Variable declarations on one line

  • Thread starter Frisco Del rosario
  • Start date
F

Frisco Del rosario

a="al", b="bob", c="carl"

Why is a an array containing al, bob, carl, and not a string "al"?
 
D

David A. Black

Hi --

a="al", b="bob", c="carl"

Why is a an array containing al, bob, carl, and not a string "al"?

It's because of the precedence and assignment-order rules. It's read
as:

a = x,y,z

which means that a is [x,y,z]. Meanwhile, y is this:

b = "bob"

and z is this:

c = "carl"

So you end up with a, b, and c all assigned, but not quite the way you
wanted.

Try this:

a, b, c = "al", "bob", "carl"


David

--
David A. Black / Ruby Power and Light, LLC
Ruby/Rails consulting & training: http://www.rubypal.com
Coming in 2009: The Well-Grounded Rubyist (http://manning.com/black2)

http://www.wishsight.com => Independent, social wishlist management!
 
T

Tom Link

a="al", b="bob", c="carl"

This is equivalent to:

b="bob"
c="carl"
a=("al", b, c)

What you want is:

a="al"; b="bob"; c="carl"

Or rather don't do it for stylistic reasons.
 
B

Brian Candler

Pascal said:
Why did you think you could program without parentheses?

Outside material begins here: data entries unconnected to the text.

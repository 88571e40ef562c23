/**
 * Browser: a designer explores the device physics at phone and wide widths (doping changes the
 * quasi-Fermi-level splitting on screen), then opens the physics of a demo module curve from its
 * curve page and sees J0, the Voc-across-temperature chart and a translation. Screenshots
 * physics-*.png go to artifacts/screenshots (git-ignored).
 */
import type { Page } from 'playwright-core';
import { readDemoAccounts } from '@/server/services/seed';
import { layoutProblems, openBrowser, screenshot, signInThroughForm, VIEWPORTS } from '@/tests/support/browser';
import { startServerProcess } from '@/tests/support/server-process';
import type { ServerProcess } from '@/tests/support/server-process';

let srv: ServerProcess;
beforeAll(async () => {
  srv = await startServerProcess();
});
afterAll(async () => {
  await srv?.stop();
});

const designer = readDemoAccounts().find((a) => a.email === 'dana.lindqvist@kestrel-pv.example')!;

/** The eV figure inside a Figure element, as a number. */
async function evOf(page: Page, testID: string): Promise<number> {
  const text = await page.getByTestId(testID).innerText();
  const m = text.match(/(-?\d+\.\d+) eV/);
  if (!m) throw new Error(`no eV figure in ${testID}: ${text}`);
  return Number(m[1]);
}

/**
 * Scrolls the screen's own ScrollView (not the document) so the element is at its top, the way a
 * person's swipe does; Playwright's scrollIntoView would also move overflow-hidden ancestors.
 */
async function scrollTo(page: Page, testID: string): Promise<void> {
  await page.evaluate((id) => {
    const scroller = document.querySelector<HTMLElement>('[data-testid="physics-screen"]');
    const el = document.querySelector<HTMLElement>(`[data-testid="${id}"]`);
    if (!scroller || !el) throw new Error(`cannot scroll to ${id}`);
    scroller.scrollTop += el.getBoundingClientRect().top - scroller.getBoundingClientRect().top - 8;
  }, testID);
  await page.waitForTimeout(150);
}

describe.each(Object.entries(VIEWPORTS))('at %s width', (vpName, viewport) => {
  it('a designer opens Physics, changes the doping and sees the splitting change', async () => {
    const b = await openBrowser(viewport);
    try {
      expect(designer.role).toBe('designer');
      await signInThroughForm(b.page, srv.url, designer.email, designer.password);
      await b.page.getByTestId('nav-physics').first().click();
      await b.page.getByTestId('physics-screen').waitFor();
      await b.page.getByTestId('splitting-fd').waitFor({ timeout: 20_000 });
      await b.page.locator('[data-testid="band-diagram"] svg').first().waitFor();
      await b.page.locator('[data-testid="occupation-chart"] svg').first().waitFor();
      await b.page.locator('[data-testid="ni-chart"] svg').first().waitFor();

      // Default p-type 10¹⁶ cm⁻³, Δn 10¹⁵ cm⁻³, 300 K: 0.659 eV (the API test checks it by hand).
      const before = await evOf(b.page, 'splitting-fd');
      expect(before).toBeCloseTo(0.6589, 3);
      // n_i and the Altermatt et al. (2003) reference beside it.
      expect(await b.page.getByTestId('ni-reference').innerText()).toMatch(/cm⁻³[\s\S]*9\.65×10⁹[\s\S]*Altermatt/);
      expect(await b.page.getByTestId('ni-value').innerText()).toMatch(/cm⁻³[\s\S]*9\.68×10⁹/);
      expect(await layoutProblems(b.page)).toEqual([]);
      await screenshot(b.page, `physics-explore-${vpName}`);

      // One step up of the doping (1e16 → 2e16): Boltzmann by hand, kT·ln 2 ≈ +16 mV at low injection
      // (here Δn/N_A = 5 %, so a little less).
      await b.page.getByTestId('doping-up').click();
      expect(await b.page.getByTestId('doping-input').inputValue()).toBe('2e16');
      await b.page.waitForFunction(
        (old) => {
          const el = document.querySelector('[data-testid="splitting-fd"]');
          const m = el?.textContent?.match(/(-?\d+\.\d+) eV/);
          return !!m && Math.abs(Number(m[1]) - old) > 0.005;
        },
        before,
        { timeout: 20_000 },
      );
      const after = await evOf(b.page, 'splitting-fd');
      expect(after - before).toBeGreaterThan(0.01);
      expect(after - before).toBeLessThan(0.0179); // kT·ln 2 = 17.9 mV at 300 K is the upper bound

      // Typing works too: n-type 10²⁰ cm⁻³ is degenerate and says so.
      await b.page.getByTestId('doping-type-n').click();
      await b.page.getByTestId('doping-input').fill('1e20');
      await b.page.getByTestId('degenerate').waitFor({ timeout: 20_000 });
      await scrollTo(b.page, 'band-card');
      expect(await layoutProblems(b.page)).toEqual([]);
      await screenshot(b.page, `physics-band-${vpName}`);
      await scrollTo(b.page, 'occupation-card');
      expect(await layoutProblems(b.page)).toEqual([]);
      await screenshot(b.page, `physics-occupation-${vpName}`);
      await scrollTo(b.page, 'ni-card');
      expect(await layoutProblems(b.page)).toEqual([]);
      await screenshot(b.page, `physics-ni-${vpName}`);

      // The n_i chart's range "from" above "to": said once at "To (K)", and no chart is drawn for it.
      await b.page.getByTestId('ni-range-from').fill('350');
      await b.page.getByTestId('ni-range-to').fill('250');
      await b.page.getByTestId('ni-range-to-error').waitFor();
      expect(await b.page.getByTestId('ni-range-to-error').innerText()).toBe('To (K) must be above From (350 K).');
      expect(await b.page.locator('[data-testid="ni-chart"]').count()).toBe(0);
      await scrollTo(b.page, 'ni-card');
      expect(await layoutProblems(b.page)).toEqual([]);
      await screenshot(b.page, `physics-ni-range-error-${vpName}`);
      await b.page.getByTestId('ni-range-to').fill('450');
      await b.page.locator('[data-testid="ni-chart"] svg').first().waitFor({ timeout: 20_000 });

      // An invalid temperature: −300 °C is refused at the field in the form's words with rounded
      // numbers; the results are gone (one neutral card, not the error four times).
      await b.page.getByTestId('temp-unit-C').click();
      await b.page.getByTestId('temp-input').fill('-300');
      await b.page.getByTestId('temp-error').waitFor();
      expect(await b.page.getByTestId('temp-error').innerText()).toBe("Temperature (°C) must be from −123.15 to 226.85, the crystalline silicon model's range (−300 is outside).");
      await b.page.getByTestId('physics-no-result').waitFor();
      for (const card of ['splitting-card', 'band-card', 'occupation-card', 'ni-card']) expect(await b.page.getByTestId(card).count()).toBe(0);
      expect(await b.page.getByText('must be from −123.15').count()).toBe(1);
      expect(await b.page.getByText(/temp_k|tempK|\d{8,}/).count()).toBe(0);
      await scrollTo(b.page, 'physics-controls');
      expect(await layoutProblems(b.page)).toEqual([]);
      await screenshot(b.page, `physics-invalid-${vpName}`);
      // Back to a valid temperature: the results come back for it.
      await b.page.getByTestId('temp-input').fill('26.85');
      await b.page.getByTestId('splitting-fd').waitFor({ timeout: 20_000 });
      expect(await b.page.getByTestId('temp-error').count()).toBe(0);
    } finally {
      await b.close();
    }
  });

  it('opens Physics from a demo curve page and sees J0 and the Voc-vs-temperature chart', async () => {
    const b = await openBrowser(viewport);
    try {
      await signInThroughForm(b.page, srv.url, designer.email, designer.password);
      await b.page.goto(`${srv.url}/batches`, { waitUntil: 'load' });
      await b.page.getByTestId('batch-KF-M60 line 2, lot 2611').click();
      await b.page.getByTestId('curve-row-M2611-001').click();
      await b.page.getByTestId('curve-screen').waitFor();
      await b.page.getByTestId('to-physics').click();
      await b.page.getByTestId('physics-curve').waitFor({ timeout: 20_000 });
      expect(b.page.url()).toMatch(/\/physics\?curve=/);
      await b.page.locator('[data-testid="voc-temperature-chart"] svg').first().waitFor();

      // 60 cells on 16 610 cm² (demo metadata): J0 is per cell area, in A/cm².
      const j0 = await b.page.getByTestId('j0-figure').innerText();
      expect(j0).toMatch(/J0/);
      expect(j0).toMatch(/A\/cm²\)\s*\d\.\d+×10⁻[⁰¹²³⁴⁵⁶⁷⁸⁹]+/);
      expect(j0).toMatch(/276\.8 cm² per cell/);
      expect(await b.page.getByTestId('voc-coefficient').innerText()).toMatch(/mV\/K/);
      // A 60-cell module: module voltages, so the caution is shown.
      expect(await b.page.getByTestId('hv-caution').count()).toBe(1);
      expect(await layoutProblems(b.page)).toEqual([]);
      await screenshot(b.page, `physics-curve-${vpName}`);

      await scrollTo(b.page, 'voc-temperature-chart');
      expect(await layoutProblems(b.page)).toEqual([]);
      await screenshot(b.page, `physics-voc-${vpName}`);

      // The chart's range: "from" above "to" is said at "To (°C)" and the chart is not drawn for it;
      // a valid range redraws it over that range.
      await b.page.getByTestId('voc-range-from').fill('60');
      await b.page.getByTestId('voc-range-to').fill('10');
      await b.page.getByTestId('voc-range-to-error').waitFor();
      expect(await b.page.getByTestId('voc-range-to-error').innerText()).toBe('To (°C) must be above From (60 °C).');
      expect(await b.page.locator('[data-testid="voc-temperature-chart"]').count()).toBe(0);
      await scrollTo(b.page, 'voc-range');
      expect(await layoutProblems(b.page)).toEqual([]);
      await screenshot(b.page, `physics-voc-range-error-${vpName}`);
      await b.page.getByTestId('voc-range-from').fill('0');
      await b.page.getByTestId('voc-range-to').fill('50');
      await b.page.locator('[data-testid="voc-temperature-chart"] svg').first().waitFor({ timeout: 20_000 });
      await b.page.getByText('0 °C to 50 °C').waitFor({ timeout: 20_000 });

      // Translate the module to 50 °C by its fitted model: less power than at STC.
      await b.page.getByTestId('translate-temp').fill('50');
      await b.page.getByTestId('translate-submit').click();
      await b.page.getByTestId('translate-result').waitFor({ timeout: 20_000 });
      await b.page.locator('[data-testid="translate-chart"] svg').first().waitFor();
      // The demo curve was measured at 25 °C: 25 K warmer costs power (sign only; the API test has numbers).
      expect(await b.page.getByTestId('translated-pmp_w').innerText()).toMatch(/measured [\d.]+ W \(−\d+\.\d %\)/);
      await scrollTo(b.page, 'translate-result');
      expect(await layoutProblems(b.page)).toEqual([]);
      await screenshot(b.page, `physics-translate-${vpName}`);
    } finally {
      await b.close();
    }
  });
});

Probably because the OP's way of initialisation is natural to a C
programmer.
 
P

Pascal J. Bourguignon

Brian Candler said:
Probably because the OP's way of initialisation is natural to a C
programmer.

But C has its own precendence pitfalls. To be on the safe side,
always put parentheses everywhere.
 
D

David A. Black

But C has its own precendence pitfalls. To be on the safe side,
always put parentheses everywhere.

To be even safer, avoid being doctrinaire about things like
parentheses and, instead, learn the way the tools you're using (Ruby,
in this case) work, so that you can make informed choices. That's what
the OP was trying to do, and it's a very good impulse.


David

--
David A. Black / Ruby Power and Light, LLC
Ruby/Rails consulting & training: http://www.rubypal.com
Coming in 2009: The Well-Grounded Rubyist (http://manning.com/black2)

http://www.wishsight.com => Independent, social wishlist management!
 
J

Julian Leviston

Because a = "one", "two", "three" Is identical to a= ["one", "two",
"three"]

You want semicolons between statements, not commas


Sent from my iPhone

On 02/02/2009, at 11:28 PM, Frisco Del rosario <[email protected]
 
R

Rick DeNatale

[Note: parts of this message were removed to make it a legal post.]

By the way, the title of this thread prompts me to point out that there is
no such thing as a variable declaration in Ruby, unless you consider formal
arguments in method and block definitions to be declarations, which I don't.